Header row index – the number of header rows in the Excel table is detected automatically, in this example there is one header row. Verify automatic detection and if necessary correct the number. “First data row index” – the number of the row where the data start is detected automatically, in this example the data start in the second row and in the field figure “2” is shown. Verify automatic detection and, if necessary, correct the number.

Column for ID – use the drop-down menu to indicate which column in the imported table contains unique identifiers. The column “ID” is suggested automatically. Verify automatic suggestions and refine it as necessary.

Type of the table – this field aims to specify what type of IDs are used as identifiers in the imported Excel table. Use the drop-down menu to specify. In this example IDs in the Excel table correspond to Entrez gene IDs, and correspondingly in the figure below “Genes: Entrez” is specified.

Species – use the drop down menu to specify the biological species that corresponds to the IDs.

_images/51.png

After that, press the [Import] button, and you can find the imported table in the tree, under the location specified in the “Import file” form in the field “Target folder”.

A number of file formats can be defined for import. You find them listed when opening the “Format” selection list. If you can’t find the required format explicitly listed, select “Generic file”.

Uploading data from URL

This option allows you to upload data directly from the web, e.g. by indicating an FTP address, which is significantly faster in comparison with downloading to a local computer and then uploading into the geneXplain platform. If your data are located on a web server, this would be a preferable way of importing.

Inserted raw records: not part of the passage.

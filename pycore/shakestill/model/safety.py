"""The safety cautions every report, reply and page shows with its numbers."""

CAUTIONS = (
    "A driven pendulum rig is reciprocating machinery: guard the drive and the whole space "
    "the pendulum can sweep, including a full turn, before running it.",
    "Wear eye protection. A bob, a clamp or a broken link can fly off at speed.",
    "Keep hands, hair and loose clothing out of the crank, the carriage and the joints: "
    "they are pinch points.",
    "Stop the drive and wait until everything has come to rest before touching the rig, "
    "adjusting a mass or freeing a jammed link.",
    "Bring the rig up to speed at low stroke first and compare it with these numbers: they "
    "come from a model of the rig, not from the rig itself.",
    "Local codes, your lab's safety rules and licensed professional practice come first; "
    "this tool does not replace a risk assessment.",
)
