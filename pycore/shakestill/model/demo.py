"""The built-in demo rig: an invented bench scenario, not a measured rig.

A classroom demonstrator: a 250 mm aluminium rod with a small brass bob near
its tip, on a crank-driven carriage. Chosen so that the inverted position is
stable at the operating speed with a comfortable margin, and the charts show
the first tongues of the hanging position inside the speed limits.
"""

from __future__ import annotations

from .rig import Rig
from .rigfile import rig_from_dict

DEMO_RIG = {
    "format": "shakestill-rig",
    "version": 1,
    "title": "Classroom demonstrator (invented example)",
    "g_m_s2": 9.80665,
    "links": [
        {"length_m": 0.25, "rod_mass_kg": 0.04,
         "point_masses": [{"mass_kg": 0.025, "at_m": 0.24}],
         "extra_inertia_kg_m2": 0.0,
         "joint_damping_N_m_s": 3e-4, "joint_friction_N_m": 0.0}
    ],
    "drive": {"waveform": "crank", "stroke_m": 0.024, "rod_length_m": 0.08,
              "speed_rpm": 2700},
    "limits": {"speed_rpm": [120, 3600], "stroke_m": [0.0, 0.036]},
}


def demo_rig_dict() -> dict:
    """A fresh copy of the demo rig file."""
    import copy
    return copy.deepcopy(DEMO_RIG)


def demo_rig() -> Rig:
    return rig_from_dict(demo_rig_dict())
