def _read_limits(r: _Reader, raw: Any, drive: Drive | None) -> Limits | None:
    obj = r.obj(raw, "limits")
    if obj is None:
        return None
    speed0 = drive.speed_rpm if drive else 1.0
    stroke0 = drive.stroke_m if drive else 0.0
    # Without limits, search a generous band around the operating point.
    default_speed = (speed0 / 4.0, speed0 * 4.0)
    default_stroke = (0.0, max(stroke0 * 4.0, 1e-3))
    speed = r.pair(obj, "speed_rpm", "limits", kind="speed", unit="rpm", default=default_speed)
    stroke = r.pair(obj, "stroke_m", "limits", kind="length", unit="m", default=default_stroke)
    caps = {}
    for key, kind, unit in (("max_force_N", "force", "N"), ("max_power_W", "power", "W"),
                            ("max_accel_m_s2", "acceleration", "m/s^2"),
                            ("max_lean_deg", "angle_deg", "deg")):
        caps[key] = (r.number(obj, key, "limits", kind=kind, unit=unit, exclusive_minimum=0.0)
                     if key in obj else None)
    extra = r.extras(obj, _LIMIT_KEYS, "limits")
    return Limits(speed, stroke, caps["max_force_N"], caps["max_power_W"],
                  caps["max_accel_m_s2"], frozenset(k for k in _LIMIT_KEYS if k in obj), extra,
                  max_lean_deg=caps["max_lean_deg"])


def _warn_operating_point(r: _Reader, rig: Rig) -> None:
    lo, hi = rig.limits.speed_rpm
    if not lo <= rig.drive.speed_rpm <= hi:
        r.warn("drive.speed_rpm", f"{rig.drive.speed_rpm:g} rpm is outside the speed limits "
                                  f"[{lo:g}, {hi:g}] rpm: its windows are not given")
    lo, hi = rig.limits.stroke_m
    if not lo <= rig.drive.stroke_m <= hi:
        r.warn("drive.stroke_m", f"{rig.drive.stroke_m:g} m is outside the stroke limits "
                                 f"[{lo:g}, {hi:g}] m: its windows are not given")
    if "limits" not in rig.given:
        r.warn("limits", "no limits given: windows are searched from a quarter to four times "
                         "the speed and up to four times the stroke")
    top = 2 * MAX_CRANK_RATIO * rig.drive.rod_length_m
    if rig.drive.waveform == "crank" and rig.limits.stroke_m[1] > top:
        r.warn("limits.stroke_m", "windows and charts stop at a stroke of "
                                  f"{top:g} m: a crank reaches less than twice its connecting "
                                  f"rod, and this method resolves up to {MAX_CRANK_RATIO:g} of it")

First, press [Web/FTP] button on the “Import file” form, and indicate the ftp address in the newly opened form as shown below:

_images/62.png

Paste plain DNA sequence

If you would like to import a plain DNA sequence, not saved in any file before, first, choose the button [Raw] on the form “Import file”, and a new form will be opened as shown below:

_images/72.png

Paste the DNA sequence in the window “Type file content here”, and in the field “Name” specify a name as it should appear in the tree after importing.

Upload SRA files by SRR ID

If you would like to upload data from the Sequence Read Archive (SRA) you can do it directly using the SRR IDs of the respective samples. For this, choose the button [Raw] on the form “Import file”, and paste the SRR IDs of the sample(s) of your interest in one row as shown below:

_images/SRR_initial.png

When you will click on [OK], you will see that the platform has automatically detected the type of your file(s) as Sequence Read Archive files:

_images/SRR_final.png

Click on [Start] to launch the import.

The Cleanup existing option ticked by default will rewrite any existing SRR files with the same names as the ones being loaded via the current import in your target folder.

When import will be finished, the newly loaded SRR files will appear in the target folder that you have specified in the Target folder field of the form presented above (by default, it will be the Data folder of your project).